* Problem requirements:
Go over the entries and report the lines where the word "false" occurs.

* The records:
*-*-*
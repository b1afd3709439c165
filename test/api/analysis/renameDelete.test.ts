// Renaming and deleting saved analyses through the api (migration 0005 holds the name). The
// reference is the workspace itself: after a rename the listing and the opened analysis carry the
// name; after a delete no row of the analysis is left in any of its three tables, and the other
// analysis is untouched.
import { describe, expect, it } from 'vitest';
import { api } from '../../../src/api/handlers.js';
import { unwrap } from '../../../src/api/result.js';
import { openWorkspace } from '../../../src/store/index.js';
import { demoCopy } from '../support/demoWorkspace.js';

const spec = { trait: 'yield', control: 'CTL', contrasts: [{ name: 'treated_vs_control', kind: 'treated-vs-control' as const }], oneStage: null };

describe('renaming and deleting saved analyses', () => {
  it('renames, clears a name, deletes every row of one analysis and refuses unknown ids', async () => {
    const workspace = await demoCopy();
    unwrap(await api['analysis.run']({ workspace, spec }));
    unwrap(await api['analysis.run']({ workspace, spec }));
    const [second, first] = unwrap(await api['analysis.list']({ workspace }));
    expect(first.name).toBeNull();

    expect(unwrap(await api['analysis.rename']({ workspace, analysis: first.id, name: '  all sites  ' }))).toEqual({ id: first.id, name: 'all sites' });
    expect(unwrap(await api['analysis.list']({ workspace })).find((a) => a.id === first.id)?.name).toBe('all sites');
    expect(unwrap(await api['analysis.open']({ workspace, analysis: first.id })).name).toBe('all sites');
    expect(unwrap(await api['analysis.rename']({ workspace, analysis: first.id, name: '' })).name).toBeNull();

    const tooLong = await api['analysis.rename']({ workspace, analysis: first.id, name: 'x'.repeat(201) });
    expect(tooLong.ok).toBe(false);

    unwrap(await api['analysis.delete']({ workspace, analysis: first.id }));
    const left = unwrap(await api['analysis.list']({ workspace }));
    expect(left.map((a) => a.id)).toEqual([second.id]);
    const ws = openWorkspace(workspace);
    try {
      for (const [table, column] of [['analysis', 'id'], ['analysis_result', 'analysis_id'], ['analysis_trial', 'analysis_id']] as const) {
        const count = ws.db.prepare(`SELECT COUNT(*) AS n FROM ${table} WHERE ${column} = ?`).get(first.id) as { n: number };
        expect(count.n, table).toBe(0);
      }
      const kept = ws.db.prepare('SELECT COUNT(*) AS n FROM analysis_trial WHERE analysis_id = ?').get(second.id) as { n: number };
      expect(kept.n).toBeGreaterThan(0);
    } finally {
      ws.close();
    }

    const gone = await api['analysis.delete']({ workspace, analysis: first.id });
    expect(gone.ok ? null : gone.error.code).toBe('not-found');
    const renameGone = await api['analysis.rename']({ workspace, analysis: first.id, name: 'x' });
    expect(renameGone.ok ? null : renameGone.error.code).toBe('not-found');
  }, 120_000);
});

describe('trials.covariates', () => {
  it('gives each trial the covariates its analysis sees: site values with the trial value on top', async () => {
    const workspace = await demoCopy();
    const list = unwrap(await api['trials.covariates']({ workspace }));
    const network = openWorkspace(workspace);
    try {
      const { loadNetwork } = await import('../../../src/store/index.js');
      const loaded = loadNetwork(network, 'yield');
      expect(list).toHaveLength(loaded.trials.length);
      for (const t of loaded.trials) expect(list.find((x) => x.trial === t.trial)?.covariates).toEqual(t.covariates);
    } finally {
      network.close();
    }
  }, 60_000);
});
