// The optimum at another price ratio without refitting (`rates.optimum`), checked against the
// engine's own full analysis: its price-sensitivity table holds the pooled optimum, profitable
// range and net return at several multiples of the price ratio, computed inside the fit; the
// handler, given only the trials' reported curves, must give the same numbers (1e-9 relative:
// the same search on curve parameters that went through JSON). Each trial's optimum at the
// analysed ratio must equal the one the trial reports.
import { beforeAll, describe, expect, it } from 'vitest';
import { api } from '../../../src/api/handlers.js';
import { unwrap } from '../../../src/api/result.js';
import type { RateResponseResult } from '../../../src/engine/rate/types.js';
import { demoWorkspace } from '../support/demoWorkspace.js';

let rate: RateResponseResult;
const within = 0.02;

beforeAll(async () => {
  const workspace = await demoWorkspace();
  const report = unwrap(
    await api['analysis.run']({
      workspace,
      save: false,
      spec: { trait: 'yield', control: 'CTL', contrasts: [], oneStage: null, twoStage: null, rateResponse: { factor: 'rate', model: 'quadratic', priceRatio: 0.0048, at: { timing: 'early' }, profitableWithin: within, bootstrap: 0 } },
    }),
  );
  if (!report.rateResponse) throw new Error('no rate response in the report');
  rate = JSON.parse(JSON.stringify(report.rateResponse)) as RateResponseResult;
}, 180_000);

function close(a: number | null, b: number | null) {
  expect(a).not.toBeNull();
  expect(b).not.toBeNull();
  expect(Math.abs((a as number) - (b as number))).toBeLessThanOrEqual(1e-9 * Math.max(1, Math.abs(b as number)));
}

describe('rates.optimum', () => {
  it('gives the engine sensitivity table at every price multiple', async () => {
    expect(rate.sensitivity.length).toBeGreaterThan(2);
    for (const row of rate.sensitivity) {
      const r = unwrap(await api['rates.optimum']({ trials: rate.trials as never, priceRatio: row.priceRatio, within }));
      close(r.optimum, row.optimum);
      close(r.profitableLower, row.profitableLower);
      close(r.profitableUpper, row.profitableUpper);
      close(r.netReturn, row.netReturnAtOptimum);
      expect([...r.flags].sort()).toEqual([...row.flags].sort());
    }
  });

  it('gives the pooled optimum and each trial its own optimum at the analysed ratio', async () => {
    const r = unwrap(await api['rates.optimum']({ trials: rate.trials as never, priceRatio: rate.priceRatio, within }));
    close(r.optimum, rate.pooled.optimum);
    expect(r.trialsUsed).toBe(rate.pooled.trialsUsed);
    for (const t of r.trialOptima) close(t.optimum, rate.trials.find((x) => x.trial === t.trial)?.optimum ?? null);
    // the drawn curve: net = gain - r × rate at every point, and the optimum is its best point or better
    for (const p of r.curve) expect(p.net).toBeCloseTo(p.gain - rate.priceRatio * p.rate, 12);
    expect(r.netReturn as number).toBeGreaterThanOrEqual(Math.max(...r.curve.map((p) => p.net)) - 1e-12);
  });

  it('moves the optimum down when the input gets dearer', async () => {
    const cheap = unwrap(await api['rates.optimum']({ trials: rate.trials as never, priceRatio: rate.priceRatio / 2 }));
    const dear = unwrap(await api['rates.optimum']({ trials: rate.trials as never, priceRatio: rate.priceRatio * 2 }));
    expect(dear.optimum as number).toBeLessThan(cheap.optimum as number);
  });

  it('refuses a zero price ratio at the boundary', async () => {
    const r = await api['rates.optimum']({ trials: [], priceRatio: 0 });
    expect(r.ok).toBe(false);
  });
});
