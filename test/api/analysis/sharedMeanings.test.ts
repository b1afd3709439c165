// The summary report carries a trial's contrast meaning only where it differs from the meaning
// its pool carries (src/engine/trial/trialSummary.ts): the same analysis with --detail plots is
// the reference — every number of each trial's summary equals the full analysis's, and each
// left-out meaning is exactly the pool's. Networks: test/support/protocolChangeNetwork.ts, whose
// trials tested different treatments (each meaning its own), and the DESIGN §5 example network of
// bench:full (every trial tested the whole protocol: each meaning the pool's).
import { mkdtempSync, rmSync, writeFileSync } from 'node:fs';
import { tmpdir } from 'node:os';
import { join } from 'node:path';
import { afterAll, describe, expect, it } from 'vitest';
import { runAnalysisFromSource } from '../../../src/api/analysis/fromSource.js';
import { analysisSpecSchema } from '../../../src/spec/analysisSpec.js';
import { protocolChangeCsv, PROTOCOL_CONTRASTS as C, PROTOCOL_SPEC_BASE } from '../../support/protocolChangeNetwork.js';
import { exampleNetworkCsv } from '../../../bench/full/exampleNetwork.js';

const dir = mkdtempSync(join(tmpdir(), 'manyfield-meanings-'));
afterAll(() => rmSync(dir, { recursive: true, force: true }));

const spec = analysisSpecSchema.parse({
  ...PROTOCOL_SPEC_BASE,
  contrasts: [C.rateLinear, C.treatedVsControl, C.earlyVsLate],
  oneStage: null,
  twoStage: { tau2: 'reml', interval: 'hksj' },
});

interface Contrast {
  readonly name: string;
  readonly estimable: boolean;
  readonly meaning?: string;
  readonly [key: string]: unknown;
}

describe('contrast meanings in the summary report', () => {
  it("leave out exactly the meanings equal to the pool's and change no number", async () => {
    let left = 0;
    let kept = 0;
    for (const [name, csv] of [['protocol-change', protocolChangeCsv(20260)], ['example', exampleNetworkCsv(12, 3)]]) {
      const file = join(dir, `${name}.csv`);
      writeFileSync(file, csv);
      const summary = await runAnalysisFromSource({ data: file, spec, save: false });
      const plots = await runAnalysisFromSource({ data: file, spec, save: false, detail: 'plots' });
      const poolMeaning = new Map(plots.twoStage.pooled.map((p) => [p.name, p.meaning]));
      summary.twoStage.trials.forEach((t, i) => {
        const full = plots.twoStage.trials[i];
        expect(t.trial).toBe(full.trial);
        (t.contrasts as readonly Contrast[]).forEach((c, j) => {
          const f = full.contrasts[j] as unknown as Contrast;
          expect(c.name).toBe(f.name);
          if (!c.estimable) return;
          for (const key of ['estimate', 'se', 'df', 'p', 'lower', 'upper']) expect(c[key]).toBe(f[key]);
          if (f.meaning === undefined || !['rate_linear', 'early_vs_late'].includes(c.name)) return;
          if (f.meaning === poolMeaning.get(c.name)) {
            expect(c.meaning).toBeUndefined();
            left++;
          } else {
            expect(c.meaning).toBe(f.meaning);
            kept++;
          }
        });
      });
    }
    // both cases occur over the two networks
    expect(left).toBeGreaterThan(0);
    expect(kept).toBeGreaterThan(0);
  });
});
*-*-*
* Written response:
    expect(tooLong.ok).toBe(false);
      save: false,
    expect(r.ok).toBe(false);
      const summary = await runAnalysisFromSource({ data: file, spec, save: false });
      const plots = await runAnalysisFromSource({ data: file, spec, save: false, detail: 'plots' });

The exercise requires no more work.